Thursday, March 08, 2012

People vs. Fronda (May 14, 1993)

Facts: Brothers, Edwin & Esminio Balaan were taken by 7 armed men in fatigue uniforms with long firearms, suspected to be NPA members, accompanied by the accused Rudy Fronda and Roderick Padua from the house of Ferminio Balaan. The armed men tied the hands of the deceased at their back lying down face downward, in front of the house of Ferminio. They all proceeded towards Sitio Tulong passing through the rice fields. Three years later, the bodies or remains of the Balaan brothers were exhumed. Afterwhich, the remains, were brought to the house of Freddie Arevalo, a reltive of the deceased where they were laid in state for the wake. The RTC declared Fronda guilty as a principal by indispensable cooperation.
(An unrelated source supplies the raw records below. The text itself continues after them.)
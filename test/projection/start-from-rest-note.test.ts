import { describe, expect, it } from 'vitest';
import type { Pathway } from '../../src/pathway.js';
import { startFromRestNote } from '../../src/projection/start-from-rest-note.js';

function pathway(first: number, series: Record<string, number[]>): Pathway {
  const length = Object.values(series)[0].length;
  return {
    name: 'test',
    years: Float64Array.from({ length }, (_, i) => first + i),
    series: Object.fromEntries(Object.entries(series).map(([k, v]) => [k, Float64Array.from(v)])),
    metadata: {},
    provenance: { source: 'memory', notes: [] },
  };
}

describe('startFromRestNote', () => {
  it('startFromRestNote is undefined for a run that starts in 1750 (the pre-industrial state it starts from)', () => {
    expect(startFromRestNote(pathway(1750, { co2_ppm: [278.3, 279] }), { subject: 'the run' })).toBeUndefined();
  });

  it('startFromRestNote of a concentration pathway from 2030 says zero warming in 2030 whatever its forcing, and nothing of gases', () => {
    const note = startFromRestNote(pathway(2030, { co2_ppm: [440, 441] }), { subject: 'the run', forcingWm2: 2.512 });
    expect(note).toBe(
      "the run starts from rest in 2030: zero warming at the surface and in the deep ocean, as in 1750, whatever that year's forcing (2.51 W m-2), "
      + 'so any warming reached before 2030 is missing; spliced onto the history, the run would start from the record in 1750 instead',
    );
  });

  it('startFromRestNote names the gases given as emissions and the 1750 concentrations they start from', () => {
    const note = startFromRestNote(pathway(2030, { co2_gtco2: [35, 30], ch4_ppb: [1900, 1890], n2o_mt: [10, 10] }), { subject: 'the run' });
    expect(note).toContain('CO2 and N2O, given as emissions, start from 1750 concentrations (CO2 278.3 ppm, N2O 270.1 ppb), as if nothing had been emitted before 2030');
    expect(note).not.toContain('CH4 729.2');
    const one = startFromRestNote(pathway(2030, { ch4_mt: [300, 290] }), { subject: 'each member' });
    expect(one).toMatch(/^each member starts from rest in 2030: .*; CH4, given as emissions, starts from 1750 concentrations \(CH4 729\.2 ppb\)/);
  });

  it('startFromRestNote says a CO2 concentration in a run with emissions starts with the carbon cycle at rest', () => {
    const note = startFromRestNote(pathway(2030, { co2_ppm: [440, 441], ch4_mt: [300, 290] }), { subject: 'the run' });
    expect(note).toContain("CO2 starts at the file's 2030 concentration with the carbon cycle at rest, taking up nothing emitted before 2030");
    const concentrationsOnly = startFromRestNote(pathway(2030, { co2_ppm: [440, 441] }), { subject: 'the run' });
    expect(concentrationsOnly).not.toContain('carbon cycle');
  });
});
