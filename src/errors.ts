/**
 * warmcast's one error hierarchy. Each error carries a stable `code` and the process exit code the
 * CLI uses for it (0 ok, 1 internal or numerical failure, 2 bad input or options). Only `cli/`
 * catches errors and turns them into exit codes.
 */
export class WarmcastError extends Error {
  /** Stable machine-readable code, e.g. `input.bad-number`. */
  readonly code: string;
  /** Exit code the CLI returns for this error. */
  readonly exitCode: number;

  constructor(message: string, code: string, exitCode: number) {
    super(message);
    this.name = new.target.name;
    this.code = code;
    this.exitCode = exitCode;
  }
}

/** Where in an input file a problem sits. Lines are 1-based and count comment lines. */
export interface InputLocation {
  /** File path as the user gave it (or a bundled pathway's name). */
  file: string;
  /** 1-based physical line number in the file, comment and blank lines included. */
  line?: number;
  /** Column name as written in the header (or a 1-based column number when there is no name). */
  column?: string;
  /** Key of a JSON object (a parameters file), as written. */
  key?: string;
  /** Worksheet of a spreadsheet (an .xlsx scenario table); `line` is then its row number. */
  sheet?: string;
  /** Model, scenario and variable of a scenario table's row (IAMC layout), as written. */
  model?: string;
  scenario?: string;
  variable?: string;
}

/** One problem found in an input file. */
export interface InputProblem extends InputLocation {
  /** Stable code such as `input.bad-number` or `input.unknown-column`. */
  code: string;
  /** What is wrong, in words, without the location (the location is formatted separately). */
  message: string;
  /** The offending text, when there is one (shown in double quotes). */
  value?: string;
  /**
   * The offending value in the file's own notation, shown as written instead of `value`: JSON
   * `"3.0"`, `null` or `[1, 2]`, where added quotes would hide whether it was text.
   */
  literal?: string;
  /** The expected form, e.g. "a number such as 415.2". */
  expected?: string;
}

/**
 * Formats one problem as `file:line: column "x": message (got "v"; expected ...)`; a JSON problem
 * names its `key "x"` instead, and a `literal` is shown as written (`got "3.0"`, `got null`). A
 * scenario table's problem adds its sheet (`file [sheet "data"] row 12:`) and the row's model,
 * scenario and variable.
 */
export function formatInputProblem(p: InputProblem): string {
  let where = p.file;
  if (p.sheet !== undefined) where += ` [sheet "${p.sheet}"]${p.line !== undefined ? ` row ${p.line}` : ''}`;
  else if (p.line !== undefined) where += `:${p.line}`;
  let text = `${where}: `;
  if (p.column !== undefined) text += `column "${p.column}": `;
  if (p.key !== undefined) text += `key "${p.key}": `;
  const row = [p.model !== undefined ? `model "${p.model}"` : '', p.scenario !== undefined ? `scenario "${p.scenario}"` : '', p.variable !== undefined ? `variable "${p.variable}"` : ''].filter(Boolean);
  if (row.length > 0) text += `${row.join(', ')}: `;
  text += p.message;
  const extras: string[] = [];
  if (p.literal !== undefined) extras.push(`got ${shorten(p.literal)}`);
  else if (p.value !== undefined) extras.push(`got "${shorten(p.value)}"`);
  if (p.expected !== undefined) extras.push(`expected ${p.expected}`);
  if (extras.length > 0) text += ` (${extras.join('; ')})`;
  return text;
}

function shorten(text: string): string {
  return text.length > 60 ? text.slice(0, 57) + '...' : text;
}

/** Bad input file or bad values in it. Holds every problem found, not only the first. Exit code 2. */
export class InputError extends WarmcastError {
  readonly problems: InputProblem[];

  constructor(problems: InputProblem[]) {
    const first = problems[0];
    const more = problems.length > 1 ? `\n${problems.slice(1).map(formatInputProblem).join('\n')}` : '';
    super(formatInputProblem(first) + more, first.code, 2);
    this.problems = problems;
  }
}

/** Bad options or parameters (unknown key, wrong type, unphysical value). Exit code 2. */
export class ConfigError extends WarmcastError {
  /** The option or parameter at fault, e.g. `deep_heat_capacity`. */
  readonly parameter?: string;

  constructor(message: string, parameter?: string, code = 'config.invalid') {
    super(message, code, 2);
    this.parameter = parameter;
  }
}

/** A numerical method failed (no convergence, step limit, non-finite state). Exit code 1. */
export class NumericalError extends WarmcastError {
  constructor(message: string, code = 'numerical.failure') {
    super(message, code, 1);
  }
}

/**
 * A batch finished and wrote what it could, but some of its items (scenarios of a table) failed; the
 * message says how many and where they are listed. Exit code 3, so that a scheduler can tell a
 * partial result from a complete one (0) and from a run that produced nothing (1, 2).
 */
export class PartialFailureError extends WarmcastError {
  constructor(message: string, code = 'batch.some-failed') {
    super(message, code, 3);
  }
}
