import { describe, expect, it } from 'vitest';
import { calibrate, energyBalance, forcingByAgent } from '../../src/index.js';
import { ConfigError } from '../../src/errors.js';
import type { Pathway } from '../../src/pathway.js';
import { projectPathway, rebase } from '../../src/projection/index.js';
import { expectAllClose, expectClose } from '../asserts.js';

function pathway(years: number[], series: Pathway['series']): Pathway {
  return { name: 'test', years: Float64Array.from(years), series, metadata: {}, provenance: { source: 'memory', notes: [] } };
}

const params = calibrate();
const years = Array.from({ length: 351 }, (_, i) => 1750 + i);

describe('projectPathway', () => {
  it('is the energy balance of the summed forcing, rebased to the 1850-1900 mean', () => {
    const co2 = Float64Array.from(years, (y) => 278.3 * Math.exp(Math.max(0, y - 1850) * 0.004));
    const aerosol = Float64Array.from(years, (y) => -0.005 * Math.max(0, y - 1900));
    const run = projectPathway(pathway(years, { co2_ppm: co2, aerosol_wm2: aerosol }), { params });
    const f = forcingByAgent(years.length, { co2Ppm: co2, prescribed: { aerosol_wm2: aerosol } }, { co2Formula: 'ar6', forcing2xWm2: params.forcing2xWm2 });
    const eb = energyBalance(params, f.total);
    expectAllClose(run.columns.forcing_wm2, f.total, 1e-12, 'forcing');
    expectAllClose(run.columns.warming_k, rebase(Float64Array.from(years), eb.surfaceK, [1850, 1900]), 1e-12, 'warming');
    let mean = 0;
    for (let y = 1850; y <= 1900; y++) mean += run.columns.warming_k[y - 1750] / 51;
    expectClose(mean, 0, 1e-12, 'baseline mean is zero');
  });

  it('holds a gas that is not given at its 1750 value and says so', () => {
    const run = projectPathway(pathway(years, { co2_ppm: new Float64Array(years.length).fill(400) }), { params });
    expect(run.notes.join(' ')).toMatch(/CH4 not given: held at its 1750 value/);
    expectAllClose(run.columns.forcing_ch4_wm2, new Float64Array(years.length), 1e-15);
  });

  it('takes a forcing column that is not given as zero and says which, in one note; none when all are given', () => {
    const n = years.length;
    const run = projectPathway(pathway(years, { co2_ppm: new Float64Array(n).fill(400), aerosol_wm2: new Float64Array(n).fill(-0.5) }), { params });
    expect(run.notes).toContain('other_ghg_wm2, ozone_wm2, strat_h2o_wm2, contrails_wm2, bc_snow_wm2, land_use_wm2, solar_wm2, volcanic_wm2 not given: taken as zero');
    for (const agent of ['other_ghg', 'ozone', 'land_use', 'solar', 'volcanic']) expectAllClose(run.columns[`forcing_${agent}_wm2`], new Float64Array(n), 0, agent);
    expectAllClose(run.columns.forcing_aerosol_wm2, new Float64Array(n).fill(-0.5), 1e-15, 'aerosol');
    const zero = () => new Float64Array(n);
    const all = projectPathway(
      pathway(years, { co2_ppm: new Float64Array(n).fill(400), aerosol_wm2: zero(), other_wm2: zero(), solar_wm2: zero(), volcanic_wm2: zero() }),
      { params },
    );
    expect(all.notes.filter((note) => note.includes('taken as zero'))).toEqual([]);
  });

  it('notes that a run from 2030 starts from rest, with the forcing and the start concentrations the run really uses', () => {
    const later = Array.from({ length: 41 }, (_, i) => 2030 + i);
    const n = later.length;
    const emissions = projectPathway(
      pathway(later, { co2_gtco2: new Float64Array(n).fill(35), ch4_ppb: new Float64Array(n).fill(1900), n2o_mt: new Float64Array(n).fill(10) }),
      { params, baseline: [2030, 2040] },
    );
    const note = emissions.notes.find((text) => text.startsWith('the run starts from rest in 2030'));
    expect(note).toBeDefined();
    expect(emissions.carbon!.surfaceK[0]).toBe(0);
    expect(emissions.carbon!.deepK[0]).toBe(0);
    expect(note).toContain(`whatever that year's forcing (${emissions.columns.forcing_wm2[0].toFixed(2)} W m-2)`);
    // The values the note names are the run's own start, 1 January 2030 (AR6 1750 values,
    // forcing/constants.ts): the first year's annual mean adds half of that year's emissions to them.
    expect(note).toContain('(CO2 278.3 ppm, N2O 270.1 ppb)');
    const firstYearMean = emissions.columns.co2_ppm[0];
    expect(firstYearMean).toBeGreaterThan(278.3);
    expect(firstYearMean).toBeLessThan(278.3 + 35 / 3.664 / 2.124 / 2);
    expect(emissions.columns.ch4_ppb[0]).toBe(1900);

    const concentrations = projectPathway(pathway(later, { co2_ppm: new Float64Array(n).fill(440) }), { params, baseline: [2030, 2040] });
    expect(concentrations.notes).toContain(
      `the run starts from rest in 2030: zero warming at the surface and in the deep ocean, as in 1750, whatever that year's forcing (${concentrations.columns.forcing_wm2[0].toFixed(2)} W m-2), `
      + 'so any warming reached before 2030 is missing; spliced onto the history, the run would start from the record in 1750 instead',
    );
  });

  it('adds no starting note to a run from 1750', () => {
    const run = projectPathway(pathway(years, { co2_ppm: new Float64Array(years.length).fill(300) }), { params });
    expect(run.notes.filter((text) => text.includes('starts from rest'))).toEqual([]);
  });

  it('throws ConfigError when the baseline lies outside the years', () => {
    const short = years.filter((y) => y >= 1950);
    expect(() => projectPathway(pathway(short, { co2_ppm: new Float64Array(short.length).fill(400) }), { params })).toThrow(ConfigError);
  });
});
The appellant says he was only taken by the armed men as a pointer & interposes the exempting circumstance under RPC A12(6) claiming that all his acts were performed under the impulse of uncontrollable fear and to save his life. 

Issue: Whether or not Fronda can claim the exempting circumstance of uncontrollable fear. 

Held: No. Fear in order to be valid should be based on a real, imminent or reasonable fear for one’s life or limb. (People vs. Abanes) In the case at bar, the records indicate that appellant was seen being handed by and receiving from one of the armed men a hunting knife. Also, as aforesaid, appellant was not able to explain his failure to report the incident to the authorities for more than three years. These circumstances, among others, establish the fact that the appellant consciously concurred with the acts of the assailants. In order that the circumstance of uncontrollable fear may apply, it is necessary that the compulsion be of such a character as to leave no opportunity to escape or self-defense in equal combat. (People v. Loreno) Appellant had the opportunity to escape when he was ordered by the armed men to go home after bringing the victims to the mountains. He did not. Instead he joined the armed men when required to bring a spade with which he was ordered to dig the grave. Appellant also chose to remain silent for more than three years before reporting the killing to the authorities. Based on these circumstances, We hold that the contemporaneous and subsequent acts of appellant cannot be regarded as having been done under the impulse of uncontrollable fear.